Formed in 2005, Grayceon — also featuring guitarist Max Doyle and drummer Zack Farwell (who both also play in Walken) — has crafted a sound that’s organic, intricate, complex, and somewhat introspective. It’s not confined by traditional songwriting structure or the typical “metal” aesthetic.
The trio’s new album, and first on the Profound Lore label, All We Destroy, has the San Francisco band moving in a heavier, looser direction. Opener “Dreamer Deceived” launches into a doomy riff with Perez Gratz shrieking over her melodic vocals. The band puts a strong emphasis on loud-soft dynamics as well as ever-changing riffs and parts. There are moments when the drums drop out completely (“We Can”) and Perez Gratz sings mournfully, as in the cello-driven lamentation “Once a Shadow.” Cello and guitar take turns playing the lead, and often interweave melodies that play off each other.
The shifts were a natural part of the band’s evolution, Perez Gratz explained. “As we’ve progressed as a band, we’re constantly trying to do new things because it’s fun, and because of that it definitely sounds different,” said the cellist, sipping a fizzy, decidedly un-metal non-alcoholic drink at The Royal Cuckoo bar in San Francisco’s Outer Mission a few weeks ago.
While some songs on the new album came together easily, others took more effort to flesh out. The musicians kept tweaking “A Road Less Traveled” right up until the recording process. “It’s based off of feel, and trial and error,” the soft-spoken Doyle said. “Seeing what feels best.”
“You can spend two months figuring out what to play over a thirty-second part of a song,” added drummer Farwell, who helps with song arrangements and appears to be the band’s biggest cheerleader. (“Fun” and “awesome” were adjectives he used frequently.) “It’s hard and easy at the same time,” he continued. “Some parts come completely natural to us and some parts, we can’t play it — we literally have to teach our bodies how to play this stuff.”
The most obvious change from the band’s past work is Perez Gratz’s vocals. She screams more than she ever has — a result of having joined Giant Squid, she says. Lyrics were also more integrated into the songwriting process. Instead of writing lyrics at the very end, as Perez Gratz did with Grayceon’s prior two albums, this time she wrote them concurrently with the music. However, Doyle and Farwell didn’t hear the vocals until the tracking process because, as Farwell put it, they have a “shitty” PA system.
As opposed to the band’s second album, This Grand Show, which evolved around a distinct theme, All We Destroy is simply a collection of its latest material. It was written over a year and a half, and recorded at Atomic Garden Recording Studio in East Palo Alto by longtime friend Jack Shirley. Doyle plays all his songs with his fingers instead of a pick, which gives the whole album a decidedly earthy vibe.

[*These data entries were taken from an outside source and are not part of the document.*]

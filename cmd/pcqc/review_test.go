package main

import (
	"fmt"
	"math/rand/v2"
	"os"
	"path/filepath"
	"strings"
	"testing"

	"pcqc/analysis"
	"pcqc/analysis/intake"
	"pcqc/internal/fixture"
)

func writeFile(t *testing.T, dir, name, content string) string {
	t.Helper()
	path := filepath.Join(dir, name)
	if err := os.WriteFile(path, []byte(content), 0o644); err != nil {
		t.Fatal(err)
	}
	return path
}

var usarrestsPath = filepath.Join("..", "..", "testdata", "datasets", "usarrests.csv")

func usarrestsOther(t *testing.T, centred bool, sc analysis.Scaling, k int) fixture.Other {
	t.Helper()
	tab, err := intake.ReadTable(usarrestsPath, intake.ReadOptions{})
	if err != nil {
		t.Fatal(err)
	}
	o, err := fixture.Compute(tab, centred, sc, k)
	if err != nil {
		t.Fatal(err)
	}
	return o
}

type reviewSummary struct {
	summaryChecks
	Review struct {
		BestVariant struct {
			Centered bool
			Scale    string
		} `json:"best_variant"`
		Variants        []map[string]any `json:"variants"`
		Findings        []string         `json:"findings"`
		LoadingsLayout  string           `json:"loadings_layout"`
		ScoresMatchedBy string           `json:"scores_matched_by"`
		VarianceKind    string           `json:"variance_kind"`
		VarianceFrom    string           `json:"variance_from"`
		VarianceReading string           `json:"variance_reading"`
	} `json:"review"`
}

// Acceptance 3: a transposed loadings file, a semicolon file and scores in
// shuffled order with ids are read correctly, and the layout found is
// stated; acceptance 1 end to end: every review check passes.
func TestReviewCommandReadsTheirTables(t *testing.T) {
	dir := t.TempDir()
	o := usarrestsOther(t, true, analysis.ScaleUnit, 2)
	o.Flip(1)
	order := rand.New(rand.NewPCG(7, 8)).Perm(50)
	cases := []struct {
		name, loadings, layout string
	}{
		{"rows", o.LoadingsCSV(",", func(a int) string { return fmt.Sprintf("PC%d", a+1) }), "variables as rows"},
		{"transposed", o.TransposedCSV(), "transposed"},
		{"semicolon", strings.ReplaceAll(o.LoadingsCSV(";", func(a int) string { return fmt.Sprintf("Komponente %d", a+1) }), ".", ","), "variables as rows"},
	}
	scores := writeFile(t, dir, "scores.csv", o.ScoresCSV(true, order))
	variance := writeFile(t, dir, "variance.csv", o.PercentCSV(2, 0))
	for i, c := range cases {
		loadings := writeFile(t, dir, c.name+".csv", c.loadings)
		out := filepath.Join(dir, "out-"+c.name)
		format := "none"
		if i == 0 {
			format = "md"
		}
		status, _, stderr := runPCQC(t, "review", usarrestsPath, "--loadings", loadings, "--scores", scores, "--variance", variance,
			"--claimed-scale", "unit", "--out", out, "--bootstrap", "50", "--permutations", "20", "--format", format)
		if status != exitOK && status != exitChecks {
			t.Fatalf("%s: status %d %s", c.name, status, stderr)
		}
		s := readSummaryFile[reviewSummary](t, out)
		if !strings.Contains(s.Review.LoadingsLayout, c.layout) || !strings.Contains(s.Review.ScoresMatchedBy, "sample id") || s.Review.VarianceKind != "percentages of the total variance" {
			t.Errorf("%s: layout %q, scores %q, variance %q", c.name, s.Review.LoadingsLayout, s.Review.ScoresMatchedBy, s.Review.VarianceKind)
		}
		if !s.Review.BestVariant.Centered || s.Review.BestVariant.Scale != "unit" || len(s.Review.Variants) != 8 {
			t.Errorf("%s: best variant %+v, %d variants", c.name, s.Review.BestVariant, len(s.Review.Variants))
		}
		for _, id := range []string{"review-centering", "review-scaling", "review-preprocessing", "review-subspace", "review-orthonormality", "review-scores", "review-uncorrelated", "review-variance", "review-order"} {
			if st := s.status(id); st != "pass" {
				t.Errorf("%s: %s is %s", c.name, id, st)
			}
		}
		if format == "none" {
			continue
		}
		md, _ := os.ReadFile(filepath.Join(out, "report.md"))
		if !strings.HasPrefix(string(md), "# Review of a PCA of usarrests.csv") || !strings.Contains(string(md), "## Review findings") ||
			strings.Index(string(md), "## Review findings") > strings.Index(string(md), "## Verdict") {
			t.Errorf("%s: the report does not open with the review findings", c.name)
		}
	}
	if _, err := os.Stat(filepath.Join(dir, "out-rows", "review-variants.csv")); err != nil {
		t.Errorf("review-variants.csv: %v", err)
	}
}

// Acceptance 2 end to end: uncentred tables fail review-centering, and the
// exit status says so.
func TestReviewCommandFailsUncentred(t *testing.T) {
	dir := t.TempDir()
	o := usarrestsOther(t, false, analysis.ScaleUnit, 2)
	loadings := writeFile(t, dir, "l.csv", o.LoadingsCSV(",", func(a int) string { return fmt.Sprintf("PC%d", a+1) }))
	out := filepath.Join(dir, "out")
	status, _, stderr := runPCQC(t, "review", usarrestsPath, "--loadings", loadings, "--out", out, "--bootstrap", "0", "--components", "2", "--format", "none")
	if status != exitChecks {
		t.Fatalf("status %d %s", status, stderr)
	}
	s := readSummaryFile[reviewSummary](t, out)
	if s.status("review-centering") != "fail" || s.Verdict != "fail" || s.Review.BestVariant.Centered {
		t.Errorf("centering %s, verdict %s, best %+v", s.status("review-centering"), s.Verdict, s.Review.BestVariant)
	}
	if len(s.Review.Findings) == 0 || !strings.Contains(s.Review.Findings[0], "not mean-centred") {
		t.Errorf("findings %v", s.Review.Findings)
	}
}

// Acceptance 6: unreadable or mismatched tables give exit status 2 and one
// clear line, and no output folder.
func TestReviewCommandRejectsMismatchedTables(t *testing.T) {
	dir := t.TempDir()
	o := usarrestsOther(t, true, analysis.ScaleUnit, 2)
	good := writeFile(t, dir, "good.csv", o.LoadingsCSV(",", func(a int) string { return fmt.Sprintf("PC%d", a+1) }))
	short := strings.Join(strings.Split(o.ScoresCSV(false, fixture.Identity(50)), "\n")[:31], "\n") + "\n"
	cases := []struct {
		args []string
		want string
	}{
		{[]string{"--loadings", writeFile(t, dir, "names.csv", "name,PC1,PC2\nalpha,0.5,0.1\nbeta,0.5,-0.2\n")}, "no variable name in common"},
		{[]string{"--loadings", good, "--scores", writeFile(t, dir, "short.csv", short)}, "30 score rows for 50 samples"},
		{[]string{"--loadings", writeFile(t, dir, "empty.csv", "")}, "empty file"},
		{[]string{"--loadings", writeFile(t, dir, "ragged.csv", "v,PC1\nMurder,0.5\nAssault,0.4,0.3\n")}, "ragged row"},
		{[]string{"--loadings", filepath.Join(dir, "absent.csv")}, "cannot read the table: no such file"},
		{[]string{}, "needs --loadings"},
		{[]string{"--loadings", good, "--claimed-scale", "zscore"}, "invalid --claimed-scale"},
	}
	for _, c := range cases {
		out := filepath.Join(dir, "out")
		status, _, stderr := runPCQC(t, append([]string{"review", usarrestsPath, "--out", out}, c.args...)...)
		if status != exitUsage || !strings.Contains(stderr, c.want) || strings.Count(stderr, "\n") != 1 {
			t.Errorf("%v: status %d, stderr %q (want %q)", c.args, status, stderr, c.want)
		}
		if _, err := os.Stat(out); !os.IsNotExist(err) {
			t.Errorf("%v: output folder created", c.args)
		}
	}
}

// R's write.csv(pca$sdev) — a "" column of row names 1..4, then "x" — was
// read from its row names and failed a correct PCA. End to end with R's own
// files (testdata/review/generate.R, R 4.2.2): every review check passes and
// the reading is stated in summary.json.
func TestReviewCommandReadsRFiles(t *testing.T) {
	dir := t.TempDir()
	fixture := func(name string) string { return filepath.Join("..", "..", "testdata", "review", name) }
	for _, c := range []struct{ variance, kind, from string }{
		{"r-sdev.csv", "standard deviations", `column "x"`},
		{"r-importance.csv", "proportions of the total variance", `row "Proportion of Variance"`},
	} {
		out := filepath.Join(dir, c.variance)
		status, _, stderr := runPCQC(t, "review", usarrestsPath, "--loadings", fixture("r-loadings.csv"), "--scores", fixture("r-scores.csv"),
			"--variance", fixture(c.variance), "--out", out, "--bootstrap", "0", "--permutations", "0", "--format", "none")
		if status != exitOK && status != exitChecks {
			t.Fatalf("%s: status %d %s", c.variance, status, stderr)
		}
		s := readSummaryFile[reviewSummary](t, out)
		if s.Review.VarianceKind != c.kind || !strings.Contains(s.Review.VarianceFrom, c.from) || s.Review.VarianceReading == "" {
			t.Errorf("%s: read %q from %q: %q", c.variance, s.Review.VarianceKind, s.Review.VarianceFrom, s.Review.VarianceReading)
		}
		for _, id := range []string{"review-centering", "review-scaling", "review-preprocessing", "review-subspace", "review-orthonormality", "review-scores", "review-uncorrelated", "review-variance", "review-order"} {
			if st := s.status(id); st != "pass" {
				t.Errorf("%s: %s is %s", c.variance, id, st)
			}
		}
	}
}

// scikit-learn's default PCA of wine (centred, unscaled; files written by
// scikit-learn 1.2.1 and numpy 1.24.2, testdata/review/generate.py) is
// computed correctly, and every check of its computation passes; but
// proline's variance is 6.4 million times nonflavanoid_phenols's (numpy
// 1.24.2 on testdata/datasets/wine.csv) and PC1 holds 99.8 % of the
// variance (sklearn's explained_variance_ratio_[0] = 0.9981), which the
// review's findings must say, first, not only the audit's table.
func TestReviewCommandUnscaledWine(t *testing.T) {
	fixture := func(name string) string { return filepath.Join("..", "..", "testdata", "review", name) }
	out := filepath.Join(t.TempDir(), "wine")
	status, _, stderr := runPCQC(t, "review", filepath.Join("..", "..", "testdata", "datasets", "wine.csv"), "--group", "cultivar",
		"--loadings", fixture("sklearn-wine-loadings.csv"), "--scores", fixture("sklearn-wine-scores.csv"),
		"--variance", fixture("numpy-explained-variance-ratio.txt"), "--out", out, "--bootstrap", "0", "--permutations", "0", "--format", "md")
	if status != exitOK {
		t.Fatalf("status %d %s", status, stderr)
	}
	s := readSummaryFile[reviewSummary](t, out)
	if s.Verdict != "warn" || s.Review.BestVariant.Scale != "none" || !s.Review.BestVariant.Centered {
		t.Errorf("verdict %s, best variant %+v", s.Verdict, s.Review.BestVariant)
	}
	for _, id := range []string{"review-centering", "review-scaling", "review-subspace", "review-orthonormality", "review-scores", "review-uncorrelated", "review-variance", "review-order"} {
		if st := s.status(id); st != "pass" {
			t.Errorf("%s is %s", id, st)
		}
	}
	if st := s.status("review-preprocessing"); st != "warn" {
		t.Errorf("review-preprocessing is %s", st)
	}
	if len(s.Review.Findings) == 0 {
		t.Fatal("no findings")
	}
	first := s.Review.Findings[0]
	for _, want := range []string{"! warn", "computed correctly", "proline's variance is 6.4 million times nonflavanoid_phenols's", "PC1 holds 99.8 %", "almost entirely proline"} {
		if !strings.Contains(first, want) {
			t.Errorf("first finding lacks %q: %s", want, first)
		}
	}
	md, err := os.ReadFile(filepath.Join(out, "report.md"))
	if err != nil {
		t.Fatal(err)
	}
	findings := string(md)[strings.Index(string(md), "## Review findings"):strings.Index(string(md), "How their tables were read")]
	if !strings.Contains(findings, "PC1 holds 99.8 %") {
		t.Errorf("the report's review findings do not say it:\n%s", findings)
	}
}

// help review states review's own defaults, not run's: the best-matching
// scaling, their number of components, the -review folder; and --scale,
// --components, --permutations and --out each appear once.
func TestHelpReviewStatesItsDefaults(t *testing.T) {
	status, stdout, stderr := runPCQC(t, "help", "review")
	if status != exitOK {
		t.Fatalf("status %d %s", status, stderr)
	}
	for _, want := range []string{
		"(default: the scaling\n                      their loadings match best",
		"(default: their number of components",
		"0 turns it off, which review's default rule never",
		"output folder (default <DATA name>-review)",
	} {
		if !strings.Contains(stdout, want) {
			t.Errorf("help review lacks %q", want)
		}
	}
	for _, wrong := range []string{"default auto = parallel analysis", "(default unit", "Defaults in review"} {
		if strings.Contains(stdout, wrong) {
			t.Errorf("help review says %q", wrong)
		}
	}
	for _, flag := range []string{"  --scale ", "  --components ", "  --permutations ", "  --out "} {
		if n := strings.Count(stdout, "\n"+flag); n != 1 {
			t.Errorf("%q appears %d times", flag, n)
		}
	}
}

But there is a concept behind the album’s title. “The idea is that the things we leave behind tell a story, and unfortunately, usually the things we leave behind are things that we’ve destroyed,” Perez Gratz explained. The title is also a lyric taken from the song “Shellmounds,” which laments our local history with garbage.
In a way, the sound of All We Destroy is distinctly Bay Area. Grayceon is part of a community of bands rising to the level of national (albeit still underground) consciousness — a scene that’s distinct from the Bay Area’s thrash roots and stoner metal contingency. “We’re much more exposed to non-commercial music, whereas I think some young kids living in Boise, Idaho, they’re probably getting force-fed more mainstream stuff,” said Perez Gratz. “I’m not surprised that a big city is producing stuff that’s more fringe, non-traditional.”
Toronto-based label Profound Lore was the first to really capitalize on this scene. Despite being based in another country, label founder Chris Bruni has become somewhat of a champion of the Bay Area scene — as well as having signed experimental acts such as Australia’s black-noise behemoth Portal, doom band YOB, and Portland’s elusive black metalers, Agalloch. Among the local bands on his roster: Amber Asylum, Asunder, Ludicra, Slough Feg, Worm Ouroboros, and now Grayceon. Bruni is kind of doing for these bands what Frank Kozik‘s Man’s Ruin label did for the local stoner-rock movement in the Nineties: exposing them to a national — and even international — audience.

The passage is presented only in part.